The global climate crisis is conjoint to our egregious dependence on fossil fuels, which are being pumped out and dug up at alarming rates. The BBC reports that China is now building two coal power plants a week, and will be doing so for some time (80% of China's electricity comes from coal), causing, among other things, severe air and water pollution. Despite this, China is the world leader in aquaculture. Meanwhile, 3 billion tons of sewage spills into rivers, lakes and coastal water each year. Unlike the rest of Asia, less than half of the country has any sewage-treatment facilities.
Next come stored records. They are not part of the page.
@bp.post("/snippets/<int:snippet_id>/versions/<int:number>/restore")
def restore_version(snippet_id: int, number: int):
    try:
        kept = store.version_of(get_db(), snippet_id, number)
        snippet = store._snippet_any(get_db(), snippet_id)
    except (store.NotFound, InputError):
        abort(404)
    message, status = form_gate("supervise")
    if message:
        page = render_template(
            "snippets/version.html",
            snippet=snippet,
            kept=kept,
            inputs=_in_calculator_order(snippet["kind"], kept["inputs"]),
            errors={"passcode": message},
        )
        return page, status
    if snippet["deleted_at"]:
        flash("This snippet is in the bin: take it back out first, then bring back an earlier version.")
        return _see("snippets.history", snippet_id=snippet_id)
    try:
        store.restore_version(get_db(), snippet_id, number, request.form.get("version", ""), by=_who())
    except (store.Conflict, InputError):
        flash("Changed by someone else meanwhile — here is the newer history. Nothing was brought back.")
        return _see("snippets.history", snippet_id=snippet_id)
    flash(f"Version {number} is back, as the newest version; the one it replaced is kept in the history.")
    return _see("snippets.show", snippet_id=snippet_id)


# --- delete, bin, restore -----------------------------------------------------------------------------


@bp.post("/snippets/<int:snippet_id>/delete")
def delete(snippet_id: int):
    snippet = _load(snippet_id)
    message, status = form_gate("supervise")
    if message:
        return _view(snippet, status=status, delete_error=message)
    by = _who()
    try:
        store.delete(get_db(), snippet_id, request.form.get("version") or None, by=by)
    except store.Conflict:
        flash("Changed by someone else meanwhile — here is the newer one. Nothing was deleted.")
        return redirect(url_for("snippets.show", snippet_id=snippet_id), code=303)
    except InputError as exc:
        flash(exc.message)
        return redirect(url_for("snippets.show", snippet_id=snippet_id), code=303)
    flash(f"“{snippet['title']}” is in the bin for {store.BIN_DAYS} days.", "deleted")
    flash(str(snippet_id), "undo")
    return _remember_name(_see("snippets.index"), by)


@bp.route("/snippets/bin", methods=["GET", "POST"])
def bin_page():
    message, status = form_gate("supervise")
    if message:
        return render_template("snippets/bin.html", snippets=None, gate_error=message), status
    if request.method == "POST":
        return redirect(url_for("snippets.bin_page"), code=303)
    snippets = store.in_bin(get_db())
    return render_template("snippets/bin.html", snippets=snippets, purge_at=store.purge_at, days=store.BIN_DAYS)


@bp.post("/snippets/<int:snippet_id>/restore")
def restore(snippet_id: int):
    message, status = form_gate("supervise")
    if message:
        return render_template("snippets/bin.html", snippets=None, gate_error=message), status
    try:
        snippet = store.restore(get_db(), snippet_id, by=_who())
    except store.NotFound:
        flash("That snippet is not in the bin any more.")
        return redirect(url_for("snippets.index"), code=303)
    flash(f"“{snippet['title']}” is back.")
    return redirect(url_for("snippets.show", snippet_id=snippet_id), code=303)


# --- export and import ------------------------------------------------------------------------------------


@bp.get("/snippets/export.json")
def export_json():
    # The same file as the API's export, streamed.
    return api.export_json()


@bp.get("/snippets/export.csv")
def export_csv():
    # The same file as the API's export.
    return api.export_csv()


@bp.route("/snippets/import", methods=["GET", "POST"])
def import_page():
    if request.method == "GET":
        return render_template("snippets/import.html", errors={})
    message, status = form_gate("supervise")
    if message:
        return render_template("snippets/import.html", errors={"passcode": message}), status
    upload = request.files.get("file")
    if upload is None or not upload.filename:
        return render_template("snippets/import.html", errors={"file": "Choose an export file first."}), 400
    try:
        counts = exchange.import_any(get_db(), upload.stream, upload.filename or "")
    except InputError as exc:
        where = f"{exc.field}: " if exc.field else ""
        error = f"Nothing was imported. {where}{exc.message}."
        return render_template("snippets/import.html", errors={"file": error}), 400
    except ValueError as exc:
        error = (
            f"Nothing was imported. This file is not JSON ({exc}); choose a file that inkfilm exported (JSON or CSV)."
        )
        return render_template("snippets/import.html", errors={"file": error}), 400
    flash(f"Imported {counts['added']} snippets; {counts['already_here']} were here already.")
    return redirect(url_for("snippets.index"), code=303)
Maybe then it is not such a surprise that Trader Joe’s, the second largest natural food chain in the U.S., announced last month that it would ban all single-ingredient products from China by January. Amidst a series of unprecedented contaminants, there are also serious concerns about the country’s ability to follow USDA organic standard regulations for exported organic crops. After all, these are the U.S.'s regulations, not China’s. State governments and/or large private companies oversee the typical industrialized farms; small family operations are almost absent in the smog covered agricultural provinces. China continues to produce DDT and use pesticides on a mass scale. In 2004, when more than 7 million acres became certified organic (over 90% of the country's organic farmland), skeptics suggested it was an impossible feat in such a short time frame, especially considering their heavy chemical dousing practices.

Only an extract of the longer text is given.